И все же ясно, что Абеляр олицетворяет могучую силу в истории развития. В конце XI века Париж был островом; в конце XII века это был город с двумястами тысячами душ, обнесенный стенами, мощеный, с несколькими прекрасными зданиями и хорошей организацией. В конце XI века школы Парижа, разбросанные здесь и там, насчитывали несколько сотен учеников, главным образом французов; в конце XII века Парижский университет должен был насчитывать немногим менее десяти тысяч ученых. Давайте посмотрим, сколько из этого было осуществлено Абеляром.

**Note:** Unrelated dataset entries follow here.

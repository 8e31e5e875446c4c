import type { Metadata } from 'next';
import { HistoryCsv } from '@/components/history/history-csv';
import { HistoryView } from '@/components/history/history-view';
import { TellMe } from '@/components/notices/tell-me';
import { PageHeading } from '@/components/shell/page-heading';
import { getPageHistory, type SearchParams } from '@/lib/history/get-page-history';
import { getTold } from '@/lib/notices/get-told';
import { getPageShow } from '@/lib/shows/get-page-show';
import { setToldAction } from '../actions';

export const metadata: Metadata = { title: 'History' };

interface HistoryPageProps {
  params: Promise<{ show: string }>;
  searchParams: Promise<SearchParams>;
}

export default async function HistoryPage({ params, searchParams }: HistoryPageProps) {
  const { context, access } = await getPageShow((await params).show, 'readHistory');
  const { code } = access.show;
  const [{ csvHref, ...history }, told] = await Promise.all([getPageHistory(context, code, await searchParams), getTold(context, { show: code })]);
  return (
    <>
      <PageHeading
        title="History"
        measure={<TellMe show={code} answer={told} send={setToldAction} />}
        actions={<HistoryCsv href={csvHref} />}
      />
      <HistoryView {...history} />
    </>
  );
}
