import { route } from '@/lib/endpoint';
import { listOutdated } from '@/lib/locks/list-outdated';
import { showRefInput } from '@/lib/rules/inputs/show-ref';

export const GET = route(showRefInput, listOutdated);
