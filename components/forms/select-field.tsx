'use client';

import type { ReactNode } from 'react';
import { Controller, type Control, type FieldValues, type Path } from 'react-hook-form';
import { Field } from '@/components/ui/field';
import { Select, type SelectOption } from '@/components/ui/select';

interface SelectFieldProps<Values extends FieldValues, Parsed> {
  control: Control<Values, unknown, Parsed>;
  name: Path<Values>;
  label: string;
  options: readonly SelectOption[];
  hint?: ReactNode;
  error?: string | null;
  disabled?: boolean;
  className?: string;
}

/** A choice of one from a short list, as a field of a form. */
export function SelectField<Values extends FieldValues, Parsed>({
  control,
  name,
  label,
  options,
  hint,
  error,
  disabled,
  className,
}: SelectFieldProps<Values, Parsed>) {
  return (
    <Controller
      control={control}
      name={name}
      render={({ field }) => (
        <Field label={label} hint={hint} error={error} className={className}>
          <Select
            options={options}
            value={field.value as string}
            onValueChange={field.onChange}
            disabled={disabled}
            className="w-full"
          />
        </Field>
      )}
    />
  );
}
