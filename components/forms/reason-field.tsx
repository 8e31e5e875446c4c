'use client';

import { Field } from '@/components/ui/field';
import { Input } from '@/components/ui/input';

interface ReasonFieldProps {
  value: string;
  /** Whether it was asked for in vain. */
  missing: boolean;
  hint?: string;
  onChange: (value: string) => void;
}

/** Why something is done: it stands in the history and is read by those who are told. */
export function ReasonField({ value, missing, hint, onChange }: ReasonFieldProps) {
  return (
    <Field label="Reason" error={missing ? 'Say why.' : null} hint={hint}>
      <Input value={value} maxLength={500} autoComplete="off" onChange={(event) => onChange(event.target.value)} />
    </Field>
  );
}
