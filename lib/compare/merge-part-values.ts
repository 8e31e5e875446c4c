import { mergeMassProperties } from '@/lib/engine/mass-properties';
import type { ComparedNumbers } from '@/lib/rules/comparison';
import { toComparedNumbers } from './to-compared-numbers';

/** Parts taken together, by the parallel-axis theorem; null for none. The box is around all. */
export function mergePartValues(parts: readonly ComparedNumbers[]): ComparedNumbers | null {
  if (parts.length === 0) return null;
  if (parts.length === 1) return parts[0];
  const merged = mergeMassProperties(
    parts.map((one) => ({
      massKg: one.mass_kg,
      comM: [one.com_x_m, one.com_y_m, one.com_z_m],
      inertiaKgM2: [one.ixx_kg_m2, one.iyy_kg_m2, one.izz_kg_m2, one.ixy_kg_m2, one.ixz_kg_m2, one.iyz_kg_m2],
    })),
  );
  return merged.ok ? toComparedNumbers(merged, boxAround(parts.flatMap((one) => (one.bounds_m?.length === 6 ? [one.bounds_m] : [])))) : null;
}

function boxAround(boxes: readonly number[][]): number[] | null {
  if (boxes.length === 0) return null;
  return [0, 1, 2, 3, 4, 5].map((i) => boxes.reduce((edge, box) => (i < 3 ? Math.min(edge, box[i]) : Math.max(edge, box[i])), boxes[0][i]));
}
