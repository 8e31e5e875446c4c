import { eq, inArray, sql } from 'drizzle-orm';
import type { Database } from '@/db/client';
import { imports } from '@/db/schema/imports';
import { users } from '@/db/schema/users';
import { claimTurn, type ClaimedTurn, type Seat } from '@/lib/imports/claim-turn';
import { lockHeldFile } from '@/lib/imports/end-file';
import { keepLeases, releaseFiles } from '@/lib/imports/lease';
import { measureImportFile, type FileWork } from '@/lib/imports/measure-import-file';
import { meetFault } from '@/lib/imports/meet-fault';
import { log } from '@/lib/log';
import type { EnginePool } from '../engine-pool';
import { passingFaultOf } from '../passing-fault';
import type { ImportFilesJob } from '../registry';
import { sendJobs } from '../send-jobs';

export interface JobTools {
  db: Database;
  engine: Pick<EnginePool, 'measure'>;
  /** Whose name and memory the turn is taken under. */
  seat: Seat;
  /** Aborted when the process shuts down: the file in hand is ended, the rest is given back. */
  signal?: AbortSignal;
}

/**
 * One turn: takes the next chunk of files that wait and brings each to its end. A file that meets a passing fault is put off with those of its asset that
 * come after it; the others are not touched by that. Where there was nothing to take, the job is done.
 */
export async function importFilesHandler(tools: JobTools, job: ImportFilesJob): Promise<void> {
  const { db, seat, signal } = tools;
  if (signal?.aborted) return;
  const turn = await claimTurn(db, seat);
  if (turn === null) return;
  await wakeAnother(db, job.importId);
  try {
    await workThrough(tools, turn);
  } finally {
    seat.memory.hold(turn.holder, 0);
  }
  await wakeAnother(db, job.importId);
}

async function workThrough({ db, engine, seat, signal }: JobTools, { holder, files }: ClaimedTurn): Promise<void> {
  const leases = keepLeases(db, holder);
  const waiting = [...files];
  try {
    const submitters = await submittersOf(db, [...new Set(files.map((file) => file.importId))]);
    for (let file = waiting.shift(); file !== undefined; file = waiting.shift()) {
      const { id, importId, asset } = file;
      const submitter = submitters.get(importId);
      if (submitter === undefined || signal?.aborted) {
        await releaseFiles(db, [id], holder);
        continue;
      }
      seat.memory.hold(holder, Math.max(file.memory, ...waiting.map((other) => other.memory)));
      try {
        const hasStarted = await measureImportFile({ db, engine, holder, lost: leases.watch(id), ...submitter }, id);
        if (!hasStarted) await releaseFiles(db, [id], holder);
      } catch (error) {
        const fault = passingFaultOf(error);
        log.warn({ err: error, importId, fileId: id, fault: fault.code }, 'a file met a fault that may pass');
        const behind = waiting.filter((other) => asset !== null && other.asset === asset);
        for (const other of behind) waiting.splice(waiting.indexOf(other), 1);
        await releaseFiles(db, behind.map((other) => other.id), holder);
        await db.transaction(async (tx) => {
          const held = await lockHeldFile(tx, id, holder);
          if (held) await meetFault(tx, held, fault);
        });
      }
    }
  } finally {
    leases.stop();
    // Where the database is away this fails too; the leases then run out by themselves.
    await releaseFiles(db, waiting.map((file) => file.id), holder);
  }
}

/** Under whom the versions of each import are made. */
async function submittersOf(db: Database, importIds: readonly string[]): Promise<Map<string, Pick<FileWork, 'importRow' | 'actor'>>> {
  const found = await db.select({ importRow: imports, user: users }).from(imports).innerJoin(users, eq(users.id, imports.createdBy)).where(inArray(imports.id, [...importIds]));
  return new Map(
    found.map(({ importRow, user }) => [importRow.id, { importRow, actor: { userId: user.id, email: user.email, name: user.name, isAdmin: user.isAdmin, via: 'system' as const, tokenId: null } }]),
  );
}

/** Queues one more turn where files wait and none is queued for them. */
export async function wakeAnother(db: Database, importId?: string): Promise<void> {
  const { rows } = await db.execute<{ import_id: string }>(sql`
    select f.import_id from import_files f join imports i on i.id = f.import_id
    where i.state in ('queued', 'running') and i.paused_at is null and f.state = 'queued' and f.queued_at is not null and f.lease_by is null
      and (f.try_after is null or f.try_after <= now())
      and not exists (select 1 from pgboss.job j where j.name = 'import-files' and j.state < 'active' and j.start_after <= now())
    limit 1`);
  if (rows.length > 0) await sendJobs(db, 'import-files', [{ importId: importId ?? rows[0].import_id }]);
}
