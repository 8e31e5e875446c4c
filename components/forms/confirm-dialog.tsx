'use client';

import type { ReactNode } from 'react';
import { Button } from '@/components/ui/button';
import { Dialog } from '@/components/ui/dialog';

interface ConfirmDialogProps {
  open: boolean;
  onOpenChange: (open: boolean) => void;
  title: string;
  /** The act in one word or two, on its button. */
  act: string;
  busy: boolean;
  onConfirm: () => void;
  children: ReactNode;
}

/** Asks once before an act that somebody else would notice. */
export function ConfirmDialog({ open, onOpenChange, title, act, busy, onConfirm, children }: ConfirmDialogProps) {
  return (
    <Dialog open={open} onOpenChange={onOpenChange} title={title} description={children}>
      <div className="flex justify-end gap-2">
        <Button look="quiet" onClick={() => onOpenChange(false)}>
          Leave it
        </Button>
        <Button look="filled" disabled={busy} onClick={onConfirm}>
          {act}
        </Button>
      </div>
    </Dialog>
  );
}
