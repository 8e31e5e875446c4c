import { useId, type ReactNode } from 'react';
import { cn } from '@/components/ui/cn';

/** A titled part of a page of forms. */
export function Section({ title, className, children }: { title: string; className?: string; children: ReactNode }) {
  const id = useId();
  return (
    <section aria-labelledby={id} className={cn('flex min-w-0 flex-col gap-4', className)}>
      <h2 id={id}>{title}</h2>
      {children}
    </section>
  );
}
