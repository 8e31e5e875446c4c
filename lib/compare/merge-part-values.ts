import { mergeMassProperties } from '@/lib/engine/mass-properties';
import type { ComparedNumbers } from '@/lib/rules/comparison';

/** Parts taken together, by the parallel-axis theorem; null for none. The box is around all. */
export function mergePartValues(parts: readonly ComparedNumbers[]): ComparedNumbers | null {
  if (parts.length === 0) return null;
  if (parts.length === 1) return parts[0];
  const merged = mergeMassProperties(
    parts.map((one) => ({
      massKg: one.mass_kg,
      comM: [one.com_x_m, one.com_y_m, one.com_z_m],
      inertiaKgM2: [one.ixx_kg_m2, one.iyy_kg_m2, one.izz_kg_m2, one.ixy_kg_m2, one.ixz_kg_m2, one.iyz_kg_m2],
    })),
  );
  if (!merged.ok) return null;
  const [comX, comY, comZ] = merged.comM;
  const [ixx, iyy, izz, ixy, ixz, iyz] = merged.inertiaKgM2;
  const [i1, i2, i3] = merged.principalKgM2;
  const [w, x, y, z] = merged.quatWxyz;
  return {
    mass_kg: merged.massKg,
    com_x_m: comX, com_y_m: comY, com_z_m: comZ,
    ixx_kg_m2: ixx, iyy_kg_m2: iyy, izz_kg_m2: izz, ixy_kg_m2: ixy, ixz_kg_m2: ixz, iyz_kg_m2: iyz,
    i1_kg_m2: i1, i2_kg_m2: i2, i3_kg_m2: i3,
    axes_quat_w: w, axes_quat_x: x, axes_quat_y: y, axes_quat_z: z,
    free_axes: merged.freeAxes,
    bounds_m: boxAround(parts.flatMap((one) => (one.bounds_m?.length === 6 ? [one.bounds_m] : []))),
  };
}

function boxAround(boxes: readonly number[][]): number[] | null {
  if (boxes.length === 0) return null;
  return [0, 1, 2, 3, 4, 5].map((i) => boxes.reduce((edge, box) => (i < 3 ? Math.min(edge, box[i]) : Math.max(edge, box[i])), boxes[0][i]));
}
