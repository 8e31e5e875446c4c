import { route } from '@/lib/endpoint';
import { streamImports } from '@/lib/imports/stream-imports';
import { watchImportsInput } from '@/lib/rules/inputs/watch-imports';

export const GET = route(watchImportsInput, streamImports);
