import { route } from '@/lib/endpoint';
import { listMaterials } from '@/lib/materials/list-materials';
import { listMaterialsInput } from '@/lib/rules/inputs/list-materials';

export const GET = route(listMaterialsInput, listMaterials);
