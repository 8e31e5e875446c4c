import { notFound } from 'next/navigation';
import type { ActorContext } from '@/lib/context';
import type { ComparisonAnswer } from '@/lib/rules/comparison';
import { getComparisonInput } from '@/lib/rules/inputs/get-comparison';
import { orNotFound } from '@/lib/shows/or-not-found';
import { getComparison } from './get-comparison';

/** The comparison that an address asks for; one that names nothing of the show is the page for such addresses. */
export function getPageComparison(context: ActorContext, show: string, query: Record<string, string | string[] | undefined>): Promise<ComparisonAnswer> {
  const given = Object.fromEntries(Object.entries(query).filter(([, value]) => value !== undefined && value !== ''));
  const input = getComparisonInput.safeParse({ ...given, show });
  return input.success ? orNotFound(getComparison(context, input.data)) : notFound();
}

Ученик, покинувший Париж, когда и Гильом, и Абеляр исчезли в 1113 году, обнаружил бы удивительную перемену, вернувшись туда около 1116 или 1117 года. Он нашел бы лекционный зал, монастырь и четырехугольник под сенью великого собора заполненными такой пестрой толпой юношей и мужчин, какую могла показать любая сцена во Франции. Маленькие группы французских, нормандских и бретонских дворян болтали вместе в своих ярких шелках и отороченных мехом мантиях, с тонкими мечами, болтающимися на вышитых поясах; «бритые спереди, как воры, и отращивающие роскошные кудрявые пряди сзади, как блудницы», ворчит Жак де Витри, который видел их, соревнуясь друг с другом в длине и кривизне своих загнутых вверх туфель. Англосаксы смотрели на это в длинных отороченных мехом плащах, узких бриджах и кожаных чулках, обмотанных полосками разноцветной ткани. Суровые северяне, поляки и немцы в меховых шапках и цветных поясах и неуклюжих туфлях, или с ногами, грубо обмотанными корой деревьев, нетерпеливо ждали объявления «Li Mestre». Бледнолицые южане преодолели Альпы и Пиренеи под очарованием «волшебника». Бритые и сандалированные монахи, черноризцы-клирики, черные каноники, светские и регулярные, некоторые из них черные и лицом, охотники за ересью из соседнего аббатства Сен-Виктор, смешивались с толпой молодых и старых, серьезных и веселых, нищих и дворян, лощеных горожан и загорелых крестьян.

Кревье и другие писатели говорят, что Абеляр привлек в Париж пять тысяч студентов. Скептики улыбаются и говорят о китайских генеалогиях. Мистер Рэшдолл, однако, провел тщательное исследование этого вопроса и пришел к выводу, что в Париже в раннюю схоластическую эпоху, до умножения важных центров, определенно было пять тысяч, а возможно, и семь тысяч студентов. Он указывает, что баснословные цифры, которые иногда приводятся — Уиклиф говорит, что одно время в Оксфорде было шестьдесят тысяч студентов, Ювенал де Урсинис дает двадцать тысяч в Париже в XV веке, итальянские историки говорят о пятнадцати тысячах в Болонье, — всегда относятся к дате, выходящей за пределы опыта писателя, и часто выдают оттенок laudator temporis acti. Во всяком случае, можно с уверенностью утверждать, что студенты Абеляра исчислялись тысячами, если они не «превзошли число мирян» [обычных граждан], как заявляет один старый писатель. Филиппу Августу пришлось направить огромное расширение города до конца столетия. В коммерческом или политическом развитии Парижа нет ничего, что объясняло бы масштаб этого расширения. Это было следствием огромного притока студентов со всех концов земного шара, и слава магистра Абеляра определила направление потока.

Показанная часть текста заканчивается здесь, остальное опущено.